Fisker was allowed to keep using money from its Energy Department loan after violating its terms multiple times, according to a report released April 17 by PrivCo, a New York-based researcher specializing in closely held companies. It said it based its report on documents, including the loan agreement, obtained through the U.S. Freedom of Information Act.

“They made a mistake” in awarding the loan, PrivCo Chief Executive Officer Sam Hamadeh said of the Energy Department in an interview yesterday. “Should they have fought this sooner?
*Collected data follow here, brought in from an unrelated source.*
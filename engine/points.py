"""Points of a sheet as columns (k, n): which of them count, which of contradicting ones holds, what they are worth."""

import numpy as np
from numpy.typing import NDArray

from .evidence import Evidence, Grades

Floats = NDArray[np.float64]
Mask = NDArray[np.bool_]


def limit_or_typical(limit: Floats, typical: Floats) -> tuple[Floats, Floats]:
    """A part's limits; only a part without any falls back on typicals. Values and 1 where typical, (k, n)."""
    without = np.isnan(limit).all(axis=0)
    fallback = np.isnan(limit) & without
    return np.where(fallback, typical, limit), fallback.astype(np.float64)


def worst_of_same(value: Floats, worst: np.ufunc, *conditions: Floats) -> Floats:
    """Statements under the same conditions contradict each other: the unkind one holds for all. (k, n)"""
    value = value.copy()
    for i in range(len(value)):
        for j in range(i):
            same = ~np.isnan(value[i]) & ~np.isnan(value[j])
            for one in conditions:
                same &= (one[i] == one[j]) | (np.isnan(one[i]) & np.isnan(one[j]))
            both = worst(value[i], value[j])
            value[i], value[j] = np.where(same, both, value[i]), np.where(same, both, value[j])
    return value


def room_points(temp: Floats, stated: Mask, hotter: bool) -> Mask:
    """The points at room temperature; where a part has none, those on the unkind side of it."""
    room = stated & (temp >= 15) & (temp <= 35)
    other = stated & ((temp > 35) if hotter else (temp < 15))
    return np.where(room.any(axis=0), room, other)


def grade(used: Mask, typical: Floats) -> Grades:
    is_typical = (used & (typical > 0)).any(axis=0)
    grade = np.where(is_typical, Evidence.TYPICAL, Evidence.GUARANTEED)
    return np.where(used.any(axis=0), grade, Evidence.MISSING).astype(np.int8)


def most(points: Floats) -> Floats:
    """The largest of a part's points, NaN where it has none. (k, n) → (n,)."""
    best = np.max(np.where(np.isnan(points), -np.inf, points), axis=0)
    return np.where(np.isinf(best), np.nan, best)
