"""The full explanation of one part, written from the arrays that judged it."""

import math
from collections.abc import Iterator, Mapping, Sequence

import numpy as np

from . import show
from .check import Outcome
from .duty import duties
from .duty.base import Judged
from .evidence import Evidence
from .formula import Term
from .physics.sources import SOURCES
from .policy import POLICIES
from .rank import BLOCK, decide, prepared
from .ranking import CheckColumn, CheckExplanation, Explanation, Status, Step, Verdict
from .requirement import Requirement
from .shelf import Shelf


def explain(
    requirement: Requirement,
    shelf: Shelf,
    row: int,
    *,
    network: Mapping[str, float] | None = None,
) -> Explanation:
    """Judge the part at `row` again and tell every figure, with its working."""
    (told,) = explain_rows(requirement, shelf, [row], network=network, working=True)
    return told


def explain_rows(
    requirement: Requirement,
    shelf: Shelf,
    rows: Sequence[int],
    *,
    network: Mapping[str, float] | None = None,
    working: bool = False,
) -> Iterator[Explanation]:
    """Judge the parts at `rows` again and tell of each in turn; the steps of the working only where asked."""
    for start in range(0, len(rows), BLOCK):
        some = np.asarray(rows[start : start + BLOCK], dtype=np.intp)
        duty = duties()[requirement.duty]
        judged = duty.judge(requirement, prepared(shelf).take(some), network)
        said = duty.cautions(requirement)

        def teller_of(one: Judged, said: tuple[str, ...] = said) -> _Teller:
            return _Teller(requirement, one, said, chosen_here=network is None, working=working)

        first = teller_of(judged)
        again: dict[int, tuple[_Teller, int]] = {}
        for places, better in judged.again:
            other = teller_of(better)
            again |= {int(place): (other, j) for j, place in enumerate(places)}
        for k, row in enumerate(some):
            teller, i = again.get(k, (first, k))
            yield teller.tell(i, str(shelf.names[row]), shelf.structure_word(int(row)), str(shelf.package[row]))


class _Teller:
    """Tells of the parts of one judgement, by their place in it."""

    def __init__(
        self, req: Requirement, judged: Judged, cautions: tuple[str, ...], *, chosen_here: bool, working: bool
    ) -> None:
        self.req, self.judged, self.cautions = req, judged, cautions
        self.chosen_here, self.working = chosen_here, working
        self.columns = tuple(outcome.column() for outcome in judged.outcomes)
        self.verdict, self.evidence, self.worst, _ = decide(self.columns)
        policy = req.word("choice.derating") or "none"
        self.notes = (*req.notes, f"derating policy {policy}: {POLICIES[policy].source}")
        self.sources = _sources(judged.outcomes)

    def tell(self, i: int, name: str, structure: str, package: str) -> Explanation:
        """Everything there is to say about the part at place `i`."""
        checks = tuple(
            self._check(outcome, column, i) for outcome, column in zip(self.judged.outcomes, self.columns, strict=True)
        )
        verdict = Verdict(int(self.verdict[i]))
        chosen = {key: _number(column[i]) for key, column in self.judged.network.items()}
        chosen["tolerance"] = _number(self.req.number("resistors.tolerance"))
        return Explanation(
            duty=self.req.duty,
            part=name,
            structure=structure,
            package=package,
            verdict=verdict.words,
            evidence=Evidence(int(self.evidence[i])).word,
            says=_verdict_sentence(verdict, checks, int(self.worst[i])),
            network=chosen,
            network_says=duties()[self.req.duty].network_says(chosen, self.req, self.chosen_here),
            bounds={key: _number(column[i]) for key, column in self.judged.bounds.items()},
            checks=checks,
            cautions=self.cautions,
            notes=self.notes,
            sources=self.sources,
        )

    def _check(self, outcome: Outcome, column: CheckColumn, i: int) -> CheckExplanation:
        status = Status(int(column.status[i]))
        value, limit, headroom = float(column.value[i]), float(column.limit[i]), float(column.headroom[i])
        compared = outcome.compared
        missing = missing_symbols(i, compared.demand, compared.limit) if status == Status.UNKNOWN else ()
        return CheckExplanation(
            name=column.name,
            question=column.question,
            status=status.word,
            evidence=Evidence(int(column.evidence[i])).word,
            value=_number(value),
            limit=_number(limit),
            unit=column.unit,
            headroom=_number(headroom),
            missing=missing,
            says=_sentence(outcome, value, limit, headroom, status, missing),
            steps=tuple(_steps(i, compared.demand, compared.limit)) if self.working else (),
        )


def _number(value: float) -> float | None:
    return None if not math.isfinite(value) else float(value)


def _at(term: Term, i: int) -> float:
    """A term's value for the part at place `i`; a term of the requirement has one for all."""
    return float(term.values if term.values.ndim == 0 else term.values[i])


def _word(term: Term, i: int) -> str:
    grades = term.grades
    return Evidence(int(grades if grades.ndim == 0 else grades[i])).word


def _sentence(
    outcome: Outcome, value: float, limit: float, headroom: float, status: Status, missing: tuple[str, ...]
) -> str:
    demand, allowed = outcome.compared.demand, outcome.compared.limit
    unit = demand.unit
    if status == Status.UNKNOWN and missing:
        return f"cannot say: no {' or '.join(missing)} limit on file covers this point"
    if status == Status.UNKNOWN and not math.isnan(headroom):
        return (
            f"cannot say: {demand.symbol} {show.quantity(value, unit)} lies beyond {show.quantity(limit, unit)}, "
            "up to where it is sure without a safe area on file"
        )
    if status == Status.UNKNOWN:
        return "cannot say: a figure that it needs is not stated"
    if outcome.compared.yes_no:
        return f"{demand.symbol}: {'yes' if value else 'no'}"
    relation = "at least" if outcome.compared.at_least else "at most"
    tail = "" if math.isinf(headroom) else f" ({show.headroom(headroom)})"
    return f"{demand.symbol} {show.quantity(value, unit)}, must be {relation} {allowed.symbol} {show.quantity(limit, unit)}{tail}"


def missing_symbols(i: int, *terms: Term) -> tuple[str, ...]:
    """Symbols to look up: where the value of the part at place `i` first went missing on the way to these terms."""
    found: dict[str, None] = {}
    for term in terms:
        for step in term.walk():
            caused = any(math.isnan(_at(cause, i)) for cause in step.inputs.values())
            if math.isnan(_at(step, i)) and not caused:
                found.update(dict.fromkeys(step.looked_up))
    return tuple(found)


def _steps(i: int, *terms: Term) -> list[Step]:
    steps, seen = [], set()
    for term in terms:
        for one in term.walk():
            key = (one.symbol, _at(one, i))
            if not one.symbol or key in seen:
                continue
            seen.add(key)
            steps.append(_step(one, i))
    return steps


def _step(term: Term, i: int) -> Step:
    value = _at(term, i)
    evidence = _word(term, i)
    if term.source in ("requirement", "chosen") and not math.isnan(value):
        evidence = "stated" if term.source == "requirement" else "chosen"
    relation = numbers = ""
    source = term.source
    figures = {name: show.quantity(_at(one, i), one.unit) for name, one in term.inputs.items()}
    names = {name: one.symbol for name, one in term.inputs.items()}
    listed = ", ".join(f"{names[name]} = {figures[name]}" for name in names)
    if term.formula is not None:
        relation = term.formula.relation(names)
        numbers = term.formula.relation(figures) if term.formula.text else listed
        source = SOURCES[term.formula.source]
    elif term.inputs:
        relation, numbers, source = term.source or term.meaning, listed, ""
    return Step(term.symbol, term.meaning, relation, numbers, show.quantity(value, term.unit), evidence, source)


def _sources(outcomes: tuple[Outcome, ...]) -> tuple[str, ...]:
    used: dict[str, None] = {}
    for outcome in outcomes:
        for term in (outcome.compared.demand, outcome.compared.limit):
            used.update({SOURCES[one.formula.source]: None for one in term.walk() if one.formula is not None})
    return tuple(used)


def _verdict_sentence(verdict: Verdict, checks: tuple[CheckExplanation, ...], worst: int) -> str:
    one = checks[worst]
    if verdict == Verdict.FAILS:
        return f"fails: {one.name}: {one.says}"
    if verdict == Verdict.CANNOT_SAY:
        return f"{one.name}: {one.says}"
    tail = "" if one.headroom is None else f"; tightest: {one.name} {show.headroom(one.headroom)}"
    if verdict == Verdict.FITS_ON_TYPICALS:
        return f"fits only if a typical value holds{tail}"
    return f"fits{tail}"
Obviously — as soon as it became evident that they had begun to default.”

They were selling a hundred-thousand-dollar electric car, and losing half a million bucks on every sale.  Brilliant!

The Energy Department disputes the accuracy of reports that claim to have predicted disaster as early as December 2010.  But really, how difficult was it for the solemn guardians of our public treasury to notice that this company’s business model involved losing hundreds of thousands of dollars on every car?

Another way to look at this disaster is that the true price of a Fisker car was something like six hundred thousand dollars, but absolutely no one was willing to pay the real price, so it was necessary to pretend the price was only $100,000.  Subsidies are used in a similar manner to prop up the feeble demand for other “green economy” products.

Who thought a six-figure car assembled in Finland was a wise object of taxpayer subsidies to begin with?  Back when the Fisker disaster started to unravel, Obama apologists were prone to shrieking that the Administration wasn’t using American money to subsidize Finnish jobs – it was all supposedly heading for a factory in Delaware that would build more budget-friendly $60,000 electric cars.  But the Delaware factory went dark a year ago, having produced exactly zero of these Eco-Mobiles For the Little Guy.

As for the rest of the Fisker inventory, Bloomberg News says “about 1,600 were purchased by customers; another 338 cars were destroyed during November’s Superstorm Sandy while parked at the Port of Newark, New Jersey.”  $200 million in precious taxpayer funds – blown by the President who claims he can scarcely attend to the most vital duties of government unless he’s given more tax money – to build less than 2,000 cars, 20 percent of which got wiped out by a hurricane.

That’s a lot of useless static to pump into the delicate information system of an advanced economy.  Genuine demand is exploited for profit; politically-connected, ideologically-generated false “demand” is a sinkhole for wealth that generates little in the way of healthy, permanent employment.  When the value of political connections as a resource increases, the value of other resources is distorted.  Profitably matching resources to demand is extremely challenging, but politicians love to pretend that it’s easy.  These illusions leave a great deal of expensive debris behind when they shatter.